Godsdammit Lidek. I was stalking down the hall, lost to my own thoughts, when a voice called, “KP Callaghan?”
It was a young voice, one of the new blood, I imagined. I turned a scowl to the speaker – sure enough, a fresh-faced squire, so young he was probably barely out of diapers. “What?”
“Pardon me, KP. But I was sent to find you. The mayor needs you – you, and the Commander.”
“What? Why?”
“There’s been some kind of attack. A–a dragon attack. I don’t know the details. But I’ve got a skimmer, to take you back.
Both of you.”
The boy’s name was Emmerson, and though he was obliging, I could get no more details out of him than what he’d already told me – for the simple reason that he didn’t have them. All he knew was that there had been an attack on a knight, and my and Lidek’s presence was required.
He couldn’t say who the knight was. He couldn’t say where the attack had happened, or even really confirm that it was a dragon attack. “That’s what the mayor told me, ma’am. That’s all I know. I didn’t see it.”
Lidek was not long in joining us, and he flashed me an almost apologetic smile. “Glad Emmerson caught you before you left, Callaghan.”
I nodded. I was not ready to make nice. He’d crossed a line he shouldn’t have. But that would have to wait until later. “You ready, Commander?”

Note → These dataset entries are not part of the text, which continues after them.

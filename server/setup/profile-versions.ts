import { randomUUID } from 'node:crypto';
import type { DataSource, EntityManager } from 'typeorm';
import { In } from 'typeorm';
import { z } from 'zod';
import type { EntityFields } from '../../shared/model/entities';
import { chamberProfileFields } from '../../shared/model/site-layout';
import { ClosureEntity } from '../closures/closure.entity';
import { computeClosureResults } from '../closures/closure-results';
import { AppError } from '../core/errors';
import { ChangeBuffer, writeRecord, type Actor } from '../records/record-writer';
import { sameValue, toWire } from '../records/wire';
import type { PendingWrite } from '../records/write-guards';
import { rejected, type WriteOutcome } from '../records/write-outcome';
import { siteForActor } from './site-access';

/** A new version names its day and the geometry that changed; the rest is copied from the version it follows. */
export const newVersionSchema = chamberProfileFields
  .pick({
    validFrom: true,
    chamberVolumeCm3: true,
    loopVolumeCm3: true,
    settleS: true,
    closureLengthS: true,
    footprintAreaCm2: true,
  })
  .partial()
  .required({ validFrom: true })
  .strict();
export const previewSchema = z.object({ validFrom: chamberProfileFields.shape.validFrom });

/** Editing these on a profile that closures use would silently change stored fluxes. */
const GEOMETRY = ['validFrom', 'chamberVolumeCm3', 'loopVolumeCm3', 'footprintAreaCm2'];

type Db = DataSource | EntityManager;

/** A stored chamber profile version as loadProfile selects it (rev is bigint: text from the driver). */
type ProfileRow = EntityFields<'chamberProfile'> & { id: string; rev: string };

async function loadProfile(db: Db, id: string): Promise<ProfileRow> {
  const [p]: ProfileRow[] = await db.query(
    `SELECT id, site_id AS "siteId", name, to_char(valid_from, 'YYYY-MM-DD') AS "validFrom", chamber_volume_cm3 AS "chamberVolumeCm3",
            loop_volume_cm3 AS "loopVolumeCm3", settle_s AS "settleS", closure_length_s AS "closureLengthS",
            footprint_area_cm2 AS "footprintAreaCm2", rev FROM chamber_profile WHERE id = $1 AND NOT deleted`,
    [id],
  );
  if (!p) throw new AppError(404, 'There is no such chamber profile');
  return p;
}

/** Closures whose stored flux was computed with this profile version. */
export async function closuresUsing(db: Db, profileId: string): Promise<number> {
  const [r]: { n: number }[] = await db.query(
    `SELECT count(*)::int AS n FROM closure WHERE NOT deleted AND (profile_id = $1 OR results->>'profileId' = $1::text)`,
    [profileId],
  );
  return r.n;
}

export async function profileUsage(ds: DataSource, actor: Actor, profileId: string) {
  const p = await loadProfile(ds, profileId);
  await siteForActor(ds, actor, p.siteId);
  return { profileId, closures: await closuresUsing(ds, profileId) };
}

/**
 * A version valid from D is used for closures whose local day is on or after D and before the
 * next later version (chamber-volume.ts picks the latest validFrom ≤ day). Closures of locked
 * campaigns keep their stored flux and are counted apart.
 */
async function affectedClosures(db: Db, siteId: string, validFrom: string) {
  const rows: { id: string; locked: boolean }[] = await db.query(
    `WITH nxt AS (SELECT min(valid_from) AS d FROM chamber_profile WHERE site_id = $1 AND NOT deleted AND valid_from > $2::date)
     SELECT c.id, k.locked FROM closure c JOIN campaign k ON k.id = c.campaign_id JOIN site s ON s.id = c.site_id, nxt
      WHERE c.site_id = $1 AND NOT c.deleted
        AND (c.started_at AT TIME ZONE s.timezone)::date >= $2::date
        AND (nxt.d IS NULL OR (c.started_at AT TIME ZONE s.timezone)::date < nxt.d)`,
    [siteId, validFrom],
  );
  const until: { d: string | null }[] = await db.query(
    `SELECT to_char(min(valid_from), 'YYYY-MM-DD') AS d FROM chamber_profile WHERE site_id = $1 AND NOT deleted AND valid_from > $2::date`,
    [siteId, validFrom],
  );
  return {
    recompute: rows.filter((r) => !r.locked).map((r) => r.id),
    lockedKept: rows.filter((r) => r.locked).length,
    until: until[0]?.d ?? null,
  };
}

export async function recomputePreview(ds: DataSource, actor: Actor, siteId: string, validFrom: string) {
  await siteForActor(ds, actor, siteId);
  const a = await affectedClosures(ds, siteId, validFrom);
  return { validFrom, until: a.until, closures: a.recompute.length, lockedKept: a.lockedKept };
}

/** Two versions of one chamber cannot start on the same day; two chambers of a site may (several systems run at once). */
async function refuseSameDay(db: Db, siteId: string, name: string, validFrom: string, exceptId: string | null) {
  const [dup]: { name: string }[] = await db.query(
    `SELECT name FROM chamber_profile WHERE site_id = $1 AND name = $4 AND NOT deleted AND valid_from = $2::date AND ($3::uuid IS NULL OR id <> $3)`,
    [siteId, validFrom, exceptId, name],
  );
  if (dup)
    throw new AppError(409, `A chamber profile version valid from ${validFrom} exists already (${dup.name}); pick another day`, [
      { path: 'validFrom', message: 'Another version starts on this day' },
    ]);
}

/** Re-derives the flux of closures after their profile version changed, with a change-log entry each. */
async function recomputeClosures(em: EntityManager, actor: Actor, ids: string[], changes: ChangeBuffer): Promise<number> {
  if (!ids.length) return 0;
  const repo = em.getRepository(ClosureEntity);
  const rows = await repo.find({ where: { id: In(ids) }, lock: { mode: 'pessimistic_write' } });
  for (const row of rows) {
    const current = toWire(row);
    const derived = await computeClosureResults(em, current);
    const changed = Object.keys(derived).filter((k) => !sameValue(derived[k], current[k]));
    if (!changed.length) continue;
    const rev = row.rev + 1;
    await repo.update({ id: row.id }, { ...derived, rev, updatedAt: new Date(), updatedBy: actor.id } as never);
    changes.add({
      entity: 'closure',
      recordId: row.id,
      rev,
      siteId: row.siteId,
      fields: changed,
      deleted: false,
      userId: actor.id,
      deviceId: null,
    });
  }
  return rows.length;
}

/** Adds a version after `profileId` and recomputes the closures that now fall under it, in one transaction. */
export async function createProfileVersion(ds: DataSource, actor: Actor, profileId: string, body: z.infer<typeof newVersionSchema>) {
  return ds.transaction(async (em) => {
    const base = await loadProfile(em, profileId);
    const siteId = base.siteId;
    await siteForActor(em, actor, siteId);
    await em.query(`SELECT id FROM site WHERE id = $1 FOR UPDATE`, [siteId]);
    await refuseSameDay(em, siteId, base.name, body.validFrom, null);
    const { id: _id, rev: _rev, ...copy } = base;
    const changes = new ChangeBuffer();
    const id = randomUUID();
    const out = await writeRecord(
      em,
      actor,
      { entity: 'chamberProfile', id, baseRev: null, op: 'upsert', fields: { ...copy, ...body } },
      changes,
    );
    if (out.status !== 'applied')
      throw new AppError(out.httpStatus ?? 400, out.error?.message ?? 'The version was not saved', out.error?.fields);
    const a = await affectedClosures(em, siteId, body.validFrom);
    const recomputed = await recomputeClosures(em, actor, a.recompute, changes);
    await changes.flush(em);
    return { record: out.record, recomputed, lockedKept: a.lockedKept };
  });
}

/**
 * A write guard for chamber profiles (every write path: REST, sync, seed): once closures use a
 * version, its geometry and day are fixed — a new version is added instead; a name or a default
 * settle time for future closures may still change.
 */
export async function guardProfileWrite(w: PendingWrite<'chamberProfile'>): Promise<WriteOutcome | null> {
  if (w.action === 'create') return null; // a new version is what this rule asks for
  const touched = w.action === 'delete' ? ['deleted'] : GEOMETRY.filter((k) => w.changed.includes(k));
  if (!touched.length) return null;
  try {
    if (w.action === 'update' && w.changed.includes('validFrom')) {
      await refuseSameDay(w.em, w.next.siteId, w.next.name, w.next.validFrom, w.id);
    }
  } catch (err) {
    if (err instanceof AppError) return rejected(err.status, err.message, err.fields);
    throw err;
  }
  const n = await closuresUsing(w.em, w.id);
  if (n === 0) return null;
  return rejected(
    409,
    `${n} closure${n === 1 ? ' uses' : 's use'} this chamber profile; add a new version valid from a date instead of ` +
      (w.action === 'delete' ? 'deleting it' : 'editing it'),
    touched.filter((k) => k !== 'deleted').map((path) => ({ path, message: 'Fixed once closures use this version' })),
  );
}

The skimmer was waiting outside the base commander’s office building, and we piled in and zipped out of the walled compound.
The ride to Shire’s End was a quick one. It was fifteen minutes walking cross-country, and about five by vehicle, since the route by road was more circuitous.
Emmerson’s driving erred on the side of haste, however, and we were there in about three. I was pretty sure I’d suffered mild brain trauma as we bounced over a few of the potholes, and the contents of our heads were beaten against our skulls. And Lidek was a few shades paler than he was normally wont to be. “Your highspeed driving skills are to be commended,” he declared dryly, stepping out of the vehicle as he did so.
The boy beamed, seeming to miss the sarcasm. “Thank you, sir. I’ll wait here, for you and the mayor.”
“I assume that means we will have the pleasure of Squire Emmerson’s driving us to wherever we’re going, then,” Lidek harrumphed as we turned toward the mayor’s house.
“And you thought life in Shire’s End was going to be boring.”
We said no more as we entered the residence. The mayor’s house was the largest residential building in Shire’s End. Strictly speaking, my home – the Callaghan estate – just outside of town was as much a military installation as a residence. It had been built during and for war, with an old-fashioned stone keep, since plated in dragon fire-resistant metals. It was a pretty place, with a rugged charm. But it was built for function rather than form.